Most drunk walkers are trying to do the right thing by parking their cars, said Dr. Thomas J. Esposito, a trauma surgeon at the Loyola University Health System in Maywood, Ill. But they forget just how strongly alcohol can affect them.

“It not only impairs your coordination and ability to walk, it impairs your judgment,” he said.

That lack of judgment may be why pedestrians are most often at fault when they're involved in deadly crashes, according to a 2002 study of deaths in Baltimore, Md., and Washington, D.C. They were almost always responsible for crashes in which a walker darts out in front of a car in the middle of a street or tries to dash across an intersection, the IIHS reported.
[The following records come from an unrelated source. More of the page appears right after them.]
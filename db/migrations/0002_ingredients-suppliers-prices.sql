CREATE TYPE "public"."ingredient_kind" AS ENUM('nibs', 'cocoa_liquor', 'cocoa_butter', 'cocoa_powder', 'sugar', 'milk_powder', 'lecithin', 'flavouring', 'inclusion', 'other');--> statement-breakpoint
CREATE TYPE "public"."price_unit" AS ENUM('per_kg', 'per_pack', 'per_tonne');--> statement-breakpoint
CREATE TABLE "suppliers" (
	"id" uuid PRIMARY KEY DEFAULT gen_random_uuid() NOT NULL,
	"workspace_id" uuid NOT NULL,
	"name" text NOT NULL,
	"contact_name" text,
	"email" text,
	"currency" char(3) NOT NULL,
	"lead_time_days" integer,
	"notes" text,
	"archived_at" timestamp with time zone,
	"created_at" timestamp with time zone DEFAULT now() NOT NULL,
	"updated_at" timestamp with time zone DEFAULT now() NOT NULL,
	CONSTRAINT "suppliers_workspace_name" UNIQUE("workspace_id","name")
);
--> statement-breakpoint
CREATE TABLE "ingredients" (
	"id" uuid PRIMARY KEY DEFAULT gen_random_uuid() NOT NULL,
	"workspace_id" uuid NOT NULL,
	"name" text NOT NULL,
	"kind" "ingredient_kind" NOT NULL,
	"cocoa_butter" numeric(8, 4) DEFAULT '0' NOT NULL,
	"cocoa_solids_non_fat" numeric(8, 4) DEFAULT '0' NOT NULL,
	"milk_fat" numeric(8, 4) DEFAULT '0' NOT NULL,
	"milk_solids_non_fat" numeric(8, 4) DEFAULT '0' NOT NULL,
	"sugar" numeric(8, 4) DEFAULT '0' NOT NULL,
	"vegetable_fat" numeric(8, 4) DEFAULT '0' NOT NULL,
	"moisture" numeric(8, 4) DEFAULT '0' NOT NULL,
	"is_inclusion" boolean DEFAULT false NOT NULL,
	"fat" numeric(8, 4),
	"saturated_fat" numeric(8, 4),
	"carbohydrate" numeric(8, 4),
	"sugars" numeric(8, 4),
	"fibre" numeric(8, 4),
	"protein" numeric(8, 4),
	"salt" numeric(8, 4),
	"ash" numeric(8, 4),
	"allergens" text[] DEFAULT '{}' NOT NULL,
	"source" text,
	"reference_key" text,
	"preferred_supplier_id" uuid,
	"notes" text,
	"archived_at" timestamp with time zone,
	"created_at" timestamp with time zone DEFAULT now() NOT NULL,
	"updated_at" timestamp with time zone DEFAULT now() NOT NULL,
	CONSTRAINT "ingredients_workspace_name" UNIQUE("workspace_id","name")
);
--> statement-breakpoint
CREATE TABLE "exchange_rates" (
	"id" uuid PRIMARY KEY DEFAULT gen_random_uuid() NOT NULL,
	"workspace_id" uuid NOT NULL,
	"currency" char(3) NOT NULL,
	"rate_to_base" numeric(20, 10) NOT NULL,
	"valid_on" date NOT NULL,
	"created_by_id" uuid,
	"created_at" timestamp with time zone DEFAULT now() NOT NULL,
	CONSTRAINT "exchange_rates_workspace_currency_day" UNIQUE("workspace_id","currency","valid_on")
);
--> statement-breakpoint
CREATE TABLE "price_quotes" (
	"id" uuid PRIMARY KEY DEFAULT gen_random_uuid() NOT NULL,
	"workspace_id" uuid NOT NULL,
	"supplier_id" uuid NOT NULL,
	"ingredient_id" uuid NOT NULL,
	"price" numeric(16, 4) NOT NULL,
	"currency" char(3) NOT NULL,
	"unit" "price_unit" NOT NULL,
	"pack_kg" numeric(14, 3),
	"minimum_order_kg" numeric(14, 3),
	"valid_from" date NOT NULL,
	"valid_until" date,
	"source" text DEFAULT 'manual' NOT NULL,
	"dedupe_key" text NOT NULL,
	"created_by_id" uuid,
	"created_at" timestamp with time zone DEFAULT now() NOT NULL,
	CONSTRAINT "price_quotes_workspace_dedupe" UNIQUE("workspace_id","dedupe_key")
);
--> statement-breakpoint
ALTER TABLE "suppliers" ADD CONSTRAINT "suppliers_workspace_id_workspaces_id_fk" FOREIGN KEY ("workspace_id") REFERENCES "public"."workspaces"("id") ON DELETE cascade ON UPDATE no action;--> statement-breakpoint
ALTER TABLE "ingredients" ADD CONSTRAINT "ingredients_workspace_id_workspaces_id_fk" FOREIGN KEY ("workspace_id") REFERENCES "public"."workspaces"("id") ON DELETE cascade ON UPDATE no action;--> statement-breakpoint
ALTER TABLE "ingredients" ADD CONSTRAINT "ingredients_preferred_supplier_id_suppliers_id_fk" FOREIGN KEY ("preferred_supplier_id") REFERENCES "public"."suppliers"("id") ON DELETE set null ON UPDATE no action;--> statement-breakpoint
ALTER TABLE "exchange_rates" ADD CONSTRAINT "exchange_rates_workspace_id_workspaces_id_fk" FOREIGN KEY ("workspace_id") REFERENCES "public"."workspaces"("id") ON DELETE cascade ON UPDATE no action;--> statement-breakpoint
ALTER TABLE "exchange_rates" ADD CONSTRAINT "exchange_rates_created_by_id_users_id_fk" FOREIGN KEY ("created_by_id") REFERENCES "public"."users"("id") ON DELETE set null ON UPDATE no action;--> statement-breakpoint
ALTER TABLE "price_quotes" ADD CONSTRAINT "price_quotes_workspace_id_workspaces_id_fk" FOREIGN KEY ("workspace_id") REFERENCES "public"."workspaces"("id") ON DELETE cascade ON UPDATE no action;--> statement-breakpoint
ALTER TABLE "price_quotes" ADD CONSTRAINT "price_quotes_supplier_id_suppliers_id_fk" FOREIGN KEY ("supplier_id") REFERENCES "public"."suppliers"("id") ON DELETE restrict ON UPDATE no action;--> statement-breakpoint
ALTER TABLE "price_quotes" ADD CONSTRAINT "price_quotes_ingredient_id_ingredients_id_fk" FOREIGN KEY ("ingredient_id") REFERENCES "public"."ingredients"("id") ON DELETE restrict ON UPDATE no action;--> statement-breakpoint
ALTER TABLE "price_quotes" ADD CONSTRAINT "price_quotes_created_by_id_users_id_fk" FOREIGN KEY ("created_by_id") REFERENCES "public"."users"("id") ON DELETE set null ON UPDATE no action;--> statement-breakpoint
CREATE INDEX "suppliers_workspace_idx" ON "suppliers" USING btree ("workspace_id");--> statement-breakpoint
CREATE INDEX "ingredients_workspace_idx" ON "ingredients" USING btree ("workspace_id");--> statement-breakpoint
CREATE INDEX "ingredients_preferred_supplier_idx" ON "ingredients" USING btree ("preferred_supplier_id");--> statement-breakpoint
CREATE INDEX "price_quotes_ingredient_idx" ON "price_quotes" USING btree ("ingredient_id","valid_from");--> statement-breakpoint
CREATE INDEX "price_quotes_supplier_idx" ON "price_quotes" USING btree ("supplier_id");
Drunk walking deadlier than drunk driving?
Drunk walking may actually be deadlier than drunk driving throughout the year, not just on New Year’s Day, at least according to a contrarian analysis by numbers gurus Steven D. Levitt and Stephen J. Dubner in their recent book, “SuperFreakonomics.”

By their math, on a per-mile basis, a drunk walker is eight times more likely to get killed than a drunk driver, and walking drunk leads to five times as many deaths per mile as driving drunk.

But they also acknowledge what trauma experts say should be obvious to everyone welcoming the new year: Take a cab, or don't drink so much.

“If you’re thinking you’re doing a good thing by walking instead of driving, think again,” said Esposito. “They key is to not drink to the level of being impaired.”